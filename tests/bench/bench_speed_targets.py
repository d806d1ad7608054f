"""Every speed target of the engine in one go: each benchmark run in turn, its verdict kept.

Run:  python tests/bench/bench_speed_targets.py [--quick]

Each benchmark below measures its own ratio in one run, interleaving the
ways it compares (see its docstring); this script only runs them one after
the other in fresh processes, so none warms the next, prints each one's
closing lines and ends with a table of verdicts (a benchmark's exit status
says whether its target was met). Run it on a quiet machine: the ratios
hold under load, the absolute times (start-up, the sweep, the assembler) do
not. ``--quick`` leaves out the slowest (the whole-program VCD and watched
runs of ledger.asm).
"""

from __future__ import annotations

import argparse
import os
import subprocess
import sys
import time
from pathlib import Path

HERE = Path(__file__).resolve().parent

BENCHMARKS = [
    ("block translation ≥ 4× a plain interpreter (ledger)", "bench_blocks.py", [], False),
    ("sweep of 65,536 runs < 1 s", "bench_sweep.py", ["--repeat", "2"], False),
    ("wear ≤ 1.5× a plain run", "bench_wear.py", [], False),
    ("VCD ≤ 10× a plain run", "bench_vcd.py", [], True),
    ("start-up of `run` < 0.2 s", "bench_startup.py", [], False),
    ("assembler: 100,000 lines < 3 s", "bench_assembler.py", ["--lines", "100000", "--repeat", "2"], False),
    ("watched runs ≤ 1.5× a plain run", "bench_watched.py", [], True),
]
"""(target, script, its arguments, slow)."""
TAIL_LINES = 6


def main() -> int:
    parser = argparse.ArgumentParser(description=__doc__.split("\n")[0])
    parser.add_argument("--quick", action="store_true", help="leave out the slowest benchmarks")
    args = parser.parse_args()
    verdicts = []
    for target, script, arguments, slow in BENCHMARKS:
        if slow and args.quick:
            verdicts.append((target, "left out (--quick)", 0.0))
            continue
        print(f"== {script} {' '.join(arguments)}", flush=True)
        started = time.perf_counter()
        done = subprocess.run([sys.executable, str(HERE / script), *arguments], capture_output=True, text=True)
        seconds = time.perf_counter() - started
        lines = (done.stdout + done.stderr).rstrip().splitlines()
        print("\n".join(lines[-TAIL_LINES:]), flush=True)
        verdicts.append((target, "met" if done.returncode == 0 else f"MISSED (exit {done.returncode})", seconds))
    print(f"\nload average {os.getloadavg()[0]:.1f} on {os.cpu_count()} cores")
    for target, verdict, seconds in verdicts:
        print(f"  {target:<52} {verdict:<22} {seconds:6.0f} s")
    return 0 if all(v.startswith(("met", "left")) for _t, v, _s in verdicts) else 1


if __name__ == "__main__":
    sys.exit(main())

------------

Filter the entries down to the lines that hold "seconds". Copy those lines.

Response to the exercise —
        seconds = time.perf_counter() - started
        verdicts.append((target, "met" if done.returncode == 0 else f"MISSED (exit {done.returncode})", seconds))
    for target, verdict, seconds in verdicts:
        print(f"  {target:<52} {verdict:<22} {seconds:6.0f} s")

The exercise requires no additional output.